RegLeg-suggested probes

An AI lab team can probe for this failure mode with three classes of question: (a) ask the model to reproduce the exact count of recommendations in an international standard-setting publication (e.g., the d223 oversight recommendations) in a board-briefing-style deliverable, and check whether the model distinguishes the count of the final instrument from the count in a preceding interim publication; (b) ask the model to reproduce the named consultation-respondent list of a public consultation on an international standard-setting publication, and check whether the model produces a structurally plausible list that includes organisations not in the published record; (c) ask the model whether a specific cross-border payment model (e.g., the single access point gateway arrangement) is inside or outside the scope of a specific international standard-setting recommendation set, and check whether the model imports the model into the recommendation set in spite of explicit scoping language in the source document.

The audit findings show that all three probes surface the failure mode in the frontier AI subjects under test.

How RegLeg can help an AI lab team

RegLeg's published hallucination research catalogues the specific question types where AI subjects produce confident, fluent answers on international standard-setting documents that the regulator's own primary text contradicts. For an AI lab team considering how to scope an internal evaluation of model behaviour on cross-border fast-payment, payment-system oversight, and CPMI-related deployments, the catalogue is available as an open-access reference. RegLeg also offers bespoke deep-dives into specific international standard-setting instruments and adjacent regulatory regimes, designed to scope the failure modes that surface when the model is asked to reproduce specific counts, named lists, or scoping treatments.

The output is designed to be shared across an AI lab team's evaluation, product, and partnership functions and used as a durable reference for partnership conversations on the question types where the lab's models are most exposed.

Right of Reply

These findings and associated work have been put up in public with a view of the greater good for the development of a safer AI ecosystem. Any party reading this or any finding on reglegbrief.com may contact us and have an unconditional right of reply; the Specialist Panel will publish any factual correction or contextual response alongside the original finding, with no editorial gatekeeping. Researchers, regulators, and compliance teams with questions on methodology or specific findings can reach the Specialist Panel via the same channel.
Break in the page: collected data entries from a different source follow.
impl AlignedClip {
    fn new(
        info: ClipAlignment,
        alignment: &Alignment,
        decode_dir: &Path,
        align_dir: &Path,
        rules: &[MapRule],
    ) -> Result<Self, AlignError> {
        let frames = FrameReader::open(&ClipRecord::frames_path(decode_dir, &info.set, &info.id))?;
        let record_path = ClipRecord::record_path(decode_dir, &info.set, &info.id);
        let record: ClipRecord = read_json(&record_path).map_err(AlignError::io(&record_path))?;
        let decode_actions = info.actions.clone().or(record.actions);
        let positions = model_positions(frames.len() as u32, info.speed_factor);
        let copy = if alignment.copy_frames {
            Some(FrameReader::open(&ClipRecord::frames_path(
                align_dir, &info.set, &info.id,
            ))?)
        } else {
            None
        };
        let mut clip = Self {
            fps: alignment.fps,
            width: frames.width(),
            height: frames.height(),
            resample: alignment.resample,
            info,
            frames,
            copy,
            positions,
            decode_actions,
            model_actions: None,
        };
        clip.model_actions = match &clip.decode_actions {
            Some(a) if clip.is_identity() => Some(a.clone()),
            Some(a) if !a.is_empty() => Some(clip.decode_to_model(a, rules)?),
            Some(a) => Some(a.clone()),
            None => None,
        };
        Ok(clip)
    }

    /// Whether the clip's model time is its decode time (speed factor 1): model frame `i` is
    /// decoded frame `i` (colour-normalised) and [`Self::to_decode_grid`] returns its input.
    pub fn is_identity(&self) -> bool {
        (self.info.speed_factor - 1.0).abs() < 1e-12
    }

    /// Clip-set name.
    pub fn set(&self) -> &str {
        &self.info.set
    }
    /// Clip id.
    pub fn id(&self) -> &str {
        &self.info.id
    }
    /// Whether the clip's set is labelled.
    pub fn labelled(&self) -> bool {
        self.info.labelled
    }
    /// Decode fps.
    pub fn fps(&self) -> f64 {
        self.fps
    }
    /// Frame width.
    pub fn width(&self) -> u32 {
        self.width
    }
    /// Frame height.
    pub fn height(&self) -> u32 {
        self.height
    }
    /// Bytes of one RGB8 frame.
    pub fn frame_bytes(&self) -> usize {
        self.width as usize * self.height as usize * 3
    }
    /// Model-time frames.
    pub fn len(&self) -> usize {
        self.positions.len()
    }
    /// Whether the clip has no frames.
    pub fn is_empty(&self) -> bool {
        self.positions.is_empty()
    }
    /// Decoded frames (= shard rows).
    pub fn decode_len(&self) -> usize {
        self.frames.len()
    }
    /// Model frames per decode frame interval.
    pub fn speed_factor(&self) -> f64 {
        self.info.speed_factor
    }
    /// Decode-frame position of model frame `i`.
    pub fn position(&self, i: usize) -> f64 {
        self.positions[i]
    }
    /// Releases the pages of this clip's frame files read so far (see
    /// [`FrameReader::release`]).
    pub fn release(&self) {
        self.frames.release();
        if let Some(copy) = &self.copy {
            copy.release();
        }
    }

    /// Decoded frame `k` as stored (RGB8, before colour normalisation).
    pub fn decode_frame(&self, k: usize) -> &[u8] {
        self.frames.frame(k)
    }

    /// Model-time frame `i` into `out` (`frame_bytes()` bytes): resampled, colour-normalised.
    pub fn frame(&self, i: usize, out: &mut [u8]) -> Result<(), AlignError> {
        if i >= self.len() {
            return Err(AlignError::FrameIndex {
                set: self.info.set.clone(),
                id: self.info.id.clone(),
                index: i,
                len: self.len(),
            });
        }
        if out.len() != self.frame_bytes() {
            return Err(AlignError::BufferSize {
                set: self.info.set.clone(),
                id: self.info.id.clone(),
                got: out.len(),
                expected: self.frame_bytes(),
            });
        }
        if let Some(copy) = &self.copy {
            copy.read_into(i, out)?;
            return Ok(());
        }
        self.raw_model_frame(i, out)?;
        if let Some(t) = &self.info.photometric {
            t.apply(out);
        }
        Ok(())
    }

    /// Model-time frame `i` without colour normalisation (resampled only),
    /// read with positioned reads ([`FrameReader::read_into`]).
    pub(crate) fn raw_model_frame(&self, i: usize, out: &mut [u8]) -> Result<(), AlignError> {
        let p = self.positions[i];
        let k0 = p.floor() as usize;
        let w = p - k0 as f64;
        if w < 1e-6 || k0 + 1 >= self.frames.len() {
            self.frames.read_into(k0, out)?;
        } else if self.resample == Resample::Nearest {
            self.frames
                .read_into(if w < 0.5 { k0 } else { k0 + 1 }, out)?;
        } else {
            let mut b = vec![0u8; out.len()];
            self.frames.read_into(k0, out)?;
            self.frames.read_into(k0 + 1, &mut b)?;
            let (wa, wb) = ((1.0 - w) as f32, w as f32);
            for (o, &y) in out.iter_mut().zip(&b) {
                *o = (wa * f32::from(*o) + wb * f32::from(y))
                    .round()
                    .clamp(0.0, 255.0) as u8;
            }
        }
        Ok(())
    }

    /// Recorded actions per model-time transition (`len() - 1` rows) for labelled clips,
    /// re-mapped with the estimated clock offset when there is one.
    pub fn actions(&self) -> Option<&[Vec<f32>]> {
        self.model_actions.as_deref()
    }

    /// Recorded actions per decode transition (`decode_len() - 1` rows), re-mapped with the
    /// estimated offset when there is one.
    pub fn decode_actions(&self) -> Option<&[Vec<f32>]> {
        self.decode_actions.as_deref()
    }

    /// Model-time transition intervals in decode-time seconds.
    pub fn model_intervals(&self) -> Vec<Interval> {
        self.positions
            .windows(2)
            .map(|w| Interval {
                start: w[0] / self.fps,
                end: w[1] / self.fps,
            })
            .collect()
    }

    fn decode_to_model(
        &self,
        values: &[Vec<f32>],
        rules: &[MapRule],
    ) -> Result<Vec<Vec<f32>>, AlignError> {
        let n = values.len();
        let start: Vec<f64> = (0..n).map(|k| k as f64 / self.fps).collect();
        let end: Vec<f64> = (0..n).map(|k| (k + 1) as f64 / self.fps).collect();
        self.map(values, &start, &end, rules, &self.model_intervals())
    }

    fn map(
        &self,
        values: &[Vec<f32>],
        start: &[f64],
        end: &[f64],
        rules: &[MapRule],
        targets: &[Interval],
    ) -> Result<Vec<Vec<f32>>, AlignError> {
        let dims = rules.len();
        let flat: Vec<f64> = values
            .iter()
            .flat_map(|r| r.iter().map(|&v| f64::from(v)))
            .collect();
        let series = Series {
            start,
            end,
            values: &flat,
            dims,
        };
        map_series(&series, rules, targets).map_err(|source| AlignError::Actions {
            set: self.info.set.clone(),
            id: self.info.id.clone(),
            source: Box::new(source),
        })
    }

    /// Maps per-model-transition values (`len() - 1` rows, one value per rule) onto the decode
    /// transitions (`decode_len() - 1` rows) with the hold / mean / sum rules.
    pub fn to_decode_grid(
        &self,
        values: &[Vec<f32>],
        rules: &[MapRule],
    ) -> Result<Vec<Vec<f32>>, AlignError> {
        let expected = self.len().saturating_sub(1);
        if values.len() != expected {
            return Err(AlignError::SeriesLength {
                set: self.info.set.clone(),
                id: self.info.id.clone(),
                got: values.len(),
                expected,
            });
        }
        if self.is_identity() || values.is_empty() {
            return Ok(values.to_vec());
        }
        let iv = self.model_intervals();
        let start: Vec<f64> = iv.iter().map(|i| i.start).collect();
        let end: Vec<f64> = iv.iter().map(|i| i.end).collect();
        let targets = crate::actions::frame_intervals(self.fps, self.decode_len() as u32);
        self.map(values, &start, &end, rules, &targets)
    }

    /// Like [`Self::to_decode_grid`] for standard deviations: variances are mapped with the
    /// same rules (errors of different model transitions taken as independent) and the
    /// square root is returned.
    pub fn to_decode_grid_std(
        &self,
        std: &[Vec<f32>],
        rules: &[MapRule],
    ) -> Result<Vec<Vec<f32>>, AlignError> {
        let var: Vec<Vec<f32>> = std
            .iter()
            .map(|r| r.iter().map(|s| s * s).collect())
            .collect();
        Ok(self
            .to_decode_grid(&var, rules)?
            .into_iter()
            .map(|r| r.into_iter().map(|v| v.max(0.0).sqrt()).collect())
            .collect())
    }
}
Source & Methodology Standards

RegLeg Brief is operated by Verdus Technologies Pte. Ltd. (UEN 201616982R), incorporated in Singapore. The RLB Specialist Panel, with an aggregate of over 60 years of public-policy and industry experience, documents only confirmed hallucination findings, under a methodology that requires a verbatim regulator excerpt for every documented claim. All findings, citation IDs, model outputs, regulator excerpts, and methodology notes are open-access.

Primary source verified: CPMI Final Report on Linking Fast Payment Systems Across Borders: Governance and Oversight, October 2024 (publication d223) · Substrate document: R6-FINAL_REPORT-00001 · BIS portal: bis.org/cpmi

Citation IDs referenced:

RLB-H-INT-BIS-CPMI-CPMI-FPS-INTERLINKING-GOVERNANCE-2024-Q001-Opus47
RLB-H-INT-BIS-CPMI-CPMI-FPS-INTERLINKING-GOVERNANCE-2024-Q002-Sonnet46
RLB-H-INT-BIS-CPMI-CPMI-FPS-INTERLINKING-GOVERNANCE-2024-Q003-Opus47
RLB-H-INT-BIS-CPMI-CPMI-FPS-INTERLINKING-GOVERNANCE-2024-Q004-Sonnet46
RLB-H-INT-BIS-CPMI-CPMI-FPS-INTERLINKING-GOVERNANCE-2024-Q005-Opus47
RLB-H-INT-BIS-CPMI-CPMI-FPS-INTERLINKING-GOVERNANCE-2024-Q006-Opus47

Every finding on this page compares an AI subject's account of the rule against the regulator's verbatim text from the regulator's own portal. Both are linked. Each delta, its root causes, and impact analysis are documented and published with immutable Citation IDs.